The typical contrastive self-supervised algorithm uses a similarity measure in latent space as the supervision signal by contrasting positive and negative images directly or indirectly. Although the utility of self-supervised algorithms has improved recently, there are still bottlenecks hindering their widespread use, such as the compute needed. In this paper, we propose a module that serves as an additional objective in the self-supervised contrastive learning paradigm. We show how the inclusion of this module to regress the parameters of an affine transformation or homography, in addition to the original contrastive objective, improves both performance and learning speed. Importantly, we ensure that this module does not enforce invariance to the various components of the affine transform, as this is not always ideal. We demonstrate the effectiveness of the additional objective on two recent, popular self-supervised algorithms. We perform an extensive experimental analysis of the proposed method and show an improvement in performance for all considered datasets. Further, we find that although both the general homography and affine transformation are sufficient to improve performance and convergence, the affine transformation performs better in all cases.

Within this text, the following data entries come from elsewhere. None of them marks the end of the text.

static void
velocity_changed (EffluxWindow *self)
{
  const char *name = efflux_sky_view_get_selected_lobe (self->sky_view);
  g_autoptr(GError) error = NULL;

  if (self->updating_lobe_bar || self->document == NULL || name == NULL)
    return;
  {
    /* the spin buttons settling back after a refused edit: no command that changes nothing */
    const EffluxDossierLobe *lobe = efflux_dossier_find_lobe (window_dossier (self), name);
    double a = gtk_spin_button_get_value (self->v1_spin), b = gtk_spin_button_get_value (self->v2_spin);

    if (lobe != NULL && fabs (MIN (a, b) - lobe->v1_kms) < 1e-9 && fabs (MAX (a, b) - lobe->v2_kms) < 1e-9)
      return;
  }
  efflux_document_set_lobe_velocity (self->document, name,
                                     gtk_spin_button_get_value (self->v1_spin),
                                     gtk_spin_button_get_value (self->v2_spin), 0, &error);
  show_edit_error (self, error);
  if (error != NULL)
    update_lobe_bar (self);
}

static void
kind_changed (EffluxWindow *self)
{
  const char *name = efflux_sky_view_get_selected_lobe (self->sky_view);
  const EffluxDossierLobe *lobe;
  g_autoptr(GError) error = NULL;
  EffluxLobeKind kind;

  if (self->updating_lobe_bar || self->document == NULL || name == NULL)
    return;
  lobe = efflux_dossier_find_lobe (window_dossier (self), name);
  kind = gtk_drop_down_get_selected (self->kind_dropdown) == 1 ? EFFLUX_LOBE_RED : EFFLUX_LOBE_BLUE;
  if (lobe == NULL || lobe->kind == kind)
    return;
  efflux_document_set_lobe_kind (self->document, name, kind, &error);
  show_edit_error (self, error);
}

static void
cube_changed (EffluxWindow *self)
{
  const char *name = efflux_sky_view_get_selected_lobe (self->sky_view);
  GtkStringObject *item;
  const EffluxDossierLobe *lobe;
  g_autoptr(GError) error = NULL;

  if (self->updating_lobe_bar || self->document == NULL || name == NULL)
    return;
  item = gtk_drop_down_get_selected_item (self->cube_dropdown);
  lobe = efflux_dossier_find_lobe (window_dossier (self), name);
  if (item == NULL || lobe == NULL || g_strcmp0 (lobe->cube_id, gtk_string_object_get_string (item)) == 0)
    return;
  efflux_document_set_lobe_cube (self->document, name, gtk_string_object_get_string (item), &error);
  show_edit_error (self, error);
  if (error != NULL)
    update_lobe_bar (self);
}

static gboolean
spectrum_timeout_cb (gpointer user_data)
{
  EffluxWindow *self = user_data;

  self->spectrum_timeout = 0;
  sync_lobe_spectrum (self);
  return G_SOURCE_REMOVE;
}

static void
document_changed (EffluxDocument *document,
                  const char     *group,
                  EffluxWindow   *self)
{
  const EffluxDossier *d = efflux_document_get_dossier (document);

  if (group == NULL || g_str_equal (group, "Source"))
    efflux_sky_view_set_source (self->sky_view, d->ra_deg, d->dec_deg, d->distance_pc);
  if (group == NULL || g_str_has_prefix (group, "Lobe "))
    update_lobe_bar (self);
  if (g_strcmp0 (self->source_name, d->name) != 0)
    {
      g_free (self->source_name);
      self->source_name = g_strdup (d->name);
      update_title (self);
    }
  show_edit_error (self, NULL);
  update_actions (self);
  sync_views (self, group);
  if (group == NULL || (self->spectrum_lobe != NULL && g_str_has_prefix (group, "Lobe ")
                        && g_str_equal (group + 5, self->spectrum_lobe)))
    {
      g_clear_handle_id (&self->spectrum_timeout, g_source_remove);
      self->spectrum_timeout = g_timeout_add (150, spectrum_timeout_cb, self);
    }
}

static void
document_state_changed (EffluxDocument *document,
                        GParamSpec     *pspec,
                        EffluxWindow   *self)
{
  update_title (self);
  update_actions (self);
}

static void
document_measured (EffluxDocument *document,
                   EffluxWindow   *self)
{
  update_ledger (self);
  if (efflux_document_get_measure_error (document) != NULL)
    efflux_window_show_error (self, efflux_document_get_measure_error (document));
}

static void
selected_lobe_changed (EffluxSkyView *view,
                       GParamSpec    *pspec,
                       EffluxWindow  *self)
{
  update_lobe_bar (self);
  sync_lobe_spectrum (self);
}

static void
cubes_loaded (GObject      *object,
              GAsyncResult *res,
              gpointer      user_data)
{
  g_autoptr(EffluxWindow) self = user_data;
  g_autoptr(GError) error = NULL;

  if (!efflux_document_load_cubes_finish (EFFLUX_DOCUMENT (object), res, &error)
      && !g_error_matches (error, G_IO_ERROR, G_IO_ERROR_CANCELLED)
      && !g_error_matches (error, EFFLUX_ERROR, EFFLUX_ERROR_CANCELLED)
      && EFFLUX_DOCUMENT (object) == self->document)
    {
      gtk_label_set_text (self->ledger_label, error->message);
      efflux_window_show_error (self, error->message);
    }
}

static void
add_recent (const char *path)
{
  g_autoptr(GFile) file = g_file_new_for_path (path);
  g_autofree char *uri = g_file_get_uri (file);

  gtk_recent_manager_add_item (gtk_recent_manager_get_default (), uri);
}

static void
set_document (EffluxWindow   *self,
              EffluxDocument *document)
{
  if (self->autosave != NULL)
    efflux_autosave_close (self->autosave);
  g_clear_object (&self->autosave);
  if (document != NULL)
    self->autosave = efflux_autosave_new (document, self->banner);
  if (self->document != NULL)
    g_signal_handlers_disconnect_by_data (self->document, self);
  if (self->measure_cancellable != NULL)
    g_cancellable_cancel (self->measure_cancellable);
  g_clear_object (&self->measure_cancellable);
  g_set_object (&self->document, document);
  efflux_sky_view_set_document (self->sky_view, document);
  efflux_assumptions_set_document (self->assumptions, document);
  efflux_sources_set_document (self->sources, document);
  efflux_review_sheet_set_document (self->review_sheet, document);
  if (document != NULL)
    {
      g_signal_connect (document, "changed", G_CALLBACK (document_changed), self);
      g_signal_connect (document, "notify::modified", G_CALLBACK (document_state_changed), self);
      g_signal_connect (document, "notify::can-undo", G_CALLBACK (document_state_changed), self);
      g_signal_connect (document, "notify::can-redo", G_CALLBACK (document_state_changed), self);
      g_signal_connect (document, "notify::path", G_CALLBACK (document_state_changed), self);
      g_signal_connect (document, "measured", G_CALLBACK (document_measured), self);
      /* the cubes for the measurement are read once the map is on screen (load_done) */
      self->measure_started = FALSE;
      /* Translators: shown in the ledger while the lobes are measured for the first time */
      gtk_label_set_text (self->ledger_label, _("Measuring…"));
    }
  else
    gtk_label_set_text (self->ledger_label, "");
  update_lobe_bar (self);
  update_title (self);
  update_actions (self);
}

EffluxDocument *
efflux_window_get_document (EffluxWindow *self)
{
  g_return_val_if_fail (EFFLUX_IS_WINDOW (self), NULL);
  return self->document;
}

const char *
efflux_window_get_ledger_text (EffluxWindow *self)
{
  g_return_val_if_fail (EFFLUX_IS_WINDOW (self), NULL);
  return gtk_label_get_text (self->ledger_label);
}

GtkWidget *
efflux_window_get_cut_view (EffluxWindow *self)
{
  g_return_val_if_fail (EFFLUX_IS_WINDOW (self), NULL);
  return GTK_WIDGET (self->cut_view);
}

GtkWidget *
efflux_window_get_spectrum_view (EffluxWindow *self)
{
  g_return_val_if_fail (EFFLUX_IS_WINDOW (self), NULL);
  return GTK_WIDGET (self->spectrum_view);
}

GtkWidget *
efflux_window_get_ledger (EffluxWindow *self)
{
  g_return_val_if_fail (EFFLUX_IS_WINDOW (self), NULL);
  return GTK_WIDGET (self->ledger);
}

EffluxAssumptions *
efflux_window_get_assumptions (EffluxWindow *self)
{
  g_return_val_if_fail (EFFLUX_IS_WINDOW (self), NULL);
  return self->assumptions;
}

/* ---- loading a cube and its first map, off the UI thread ---- */

static void commit_dossier (EffluxWindow *self, const char *path, EffluxDocument *document,
                            const char *shown_id);
static void commit_bare_cube (EffluxWindow *self, const char *path);

typedef struct
{
  char     *path;
  gboolean  has_range;
  double    v1, v2;
  /* what becomes the window's when the cube is there (open_path NULL: only the map changes) */
  char           *open_path;   /* the dossier or bare cube opened */
  EffluxDocument *document;    /* the dossier's document; NULL for a bare cube */
  char           *shown_id;    /* the dossier's cube shown */
} LoadRequest;

typedef struct
{
  EffluxCube *cube;
  float      *map;
  double      v1, v2;
} LoadResult;

static LoadRequest *
load_request_new (const char *path,
                  gboolean    has_range,
                  double      v1,
                  double      v2)
{
  LoadRequest *request = g_new0 (LoadRequest, 1);

  request->path = g_strdup (path);
  request->has_range = has_range;
  request->v1 = v1;
  request->v2 = v2;
  return request;
}

static void
load_request_free (gpointer data)
{
  LoadRequest *request = data;

  g_free (request->path);
  g_free (request->open_path);
  g_clear_object (&request->document);
  g_free (request->shown_id);
  g_free (request);
}

static void
load_result_free (gpointer data)
{
  LoadResult *result = data;

  g_clear_pointer (&result->cube, efflux_cube_store_release);
  g_free (result->map);
  g_free (result);
}

static void
load_worker (GTask        *task,
             gpointer      source_object,
             gpointer      task_data,
             GCancellable *cancellable)
{
  EffluxWindow *self = source_object;
  const LoadRequest *request = task_data;
  g_autoptr(GError) error = NULL;
  LoadResult *result = g_new0 (LoadResult, 1);

  /* through the store: the document's measurement takes the same cube (cubes_loaded) */
  result->cube = efflux_cube_store_load (request->path, NULL, cancellable, load_progress, self, &error);
  if (result->cube == NULL)
    {
      load_result_free (result);
      g_task_return_error (task, g_steal_pointer (&error));
      return;
    }
  if (g_task_return_error_if_cancelled (task))
    {
      load_result_free (result);
      return;
    }

  /* The first map: moment 0 over the lobe's range, or over every channel of the cube. */
  if (request->has_range)
    {
      result->v1 = request->v1;
      result->v2 = request->v2;
    }
  else
    {
      result->v1 = result->cube->velocity[0];
      result->v2 = result->cube->velocity[result->cube->nchan - 1];
    }
  result->map = g_try_new (float, result->cube->nx * result->cube->ny);
  if (result->map == NULL)
    {
      g_task_return_new_error (task, EFFLUX_ERROR, EFFLUX_ERROR_MEMORY,
                               "%s: no memory for a %zu × %zu map", request->path,
                               result->cube->nx, result->cube->ny);
      load_result_free (result);
      return;
    }
  if (!efflux_moment_map (result->cube, EFFLUX_MOMENT_0, result->v1, result->v2, 0.0,
                          result->map, &error))
    {
      load_result_free (result);
      g_task_return_error (task, g_steal_pointer (&error));
      return;
    }
  g_task_return_pointer (task, result, load_result_free);
}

Kimessha Paupamah, Steven James, Richard Klein

Deep neural networks are typically too computationally expensive to run in real-time on consumer-grade hardware and low-powered devices. In this paper, we investigate reducing the computational and memory requirements of neural networks through network pruning and quantisation. We examine their efficacy on large networks like AlexNet compared to recent compact architectures: ShuffleNet and MobileNet. Our results show that pruning and quantisation compresses these networks to less than half their original size and improves their efficiency, particularly on MobileNet with a 7x speedup. We also demonstrate that pruning, in addition to reducing the number of parameters in a network, can aid in the correction of overfitting.